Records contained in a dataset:
· · ·

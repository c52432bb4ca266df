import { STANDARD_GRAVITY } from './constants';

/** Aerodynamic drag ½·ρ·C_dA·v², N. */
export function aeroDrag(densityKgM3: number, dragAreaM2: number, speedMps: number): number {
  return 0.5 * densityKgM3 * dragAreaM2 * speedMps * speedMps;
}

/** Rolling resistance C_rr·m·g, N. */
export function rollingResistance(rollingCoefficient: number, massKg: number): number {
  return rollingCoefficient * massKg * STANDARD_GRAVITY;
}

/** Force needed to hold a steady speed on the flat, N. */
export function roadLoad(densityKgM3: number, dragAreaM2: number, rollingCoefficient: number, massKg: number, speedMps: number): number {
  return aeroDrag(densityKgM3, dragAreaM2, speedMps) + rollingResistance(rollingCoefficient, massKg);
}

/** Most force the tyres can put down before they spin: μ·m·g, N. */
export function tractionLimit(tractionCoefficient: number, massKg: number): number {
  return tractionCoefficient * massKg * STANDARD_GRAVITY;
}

· · ·

Output all of the entries, exactly as they are written.

YOUR RESPONSE:
repository c52432bb4ca266df
import { STANDARD_GRAVITY } from './constants';

/** Aerodynamic drag ½·ρ·C_dA·v², N. */
export function aeroDrag(densityKgM3: number, dragAreaM2: number, speedMps: number): number {
  return 0.5 * densityKgM3 * dragAreaM2 * speedMps * speedMps;
}

/** Rolling resistance C_rr·m·g, N. */
export function rollingResistance(rollingCoefficient: number, massKg: number): number {
  return rollingCoefficient * massKg * STANDARD_GRAVITY;
}

/** Force needed to hold a steady speed on the flat, N. */
export function roadLoad(densityKgM3: number, dragAreaM2: number, rollingCoefficient: number, massKg: number, speedMps: number): number {
  return aeroDrag(densityKgM3, dragAreaM2, speedMps) + rollingResistance(rollingCoefficient, massKg);
}

/** Most force the tyres can put down before they spin: μ·m·g, N. */
export function tractionLimit(tractionCoefficient: number, massKg: number): number {
  return tractionCoefficient * massKg * STANDARD_GRAVITY;
}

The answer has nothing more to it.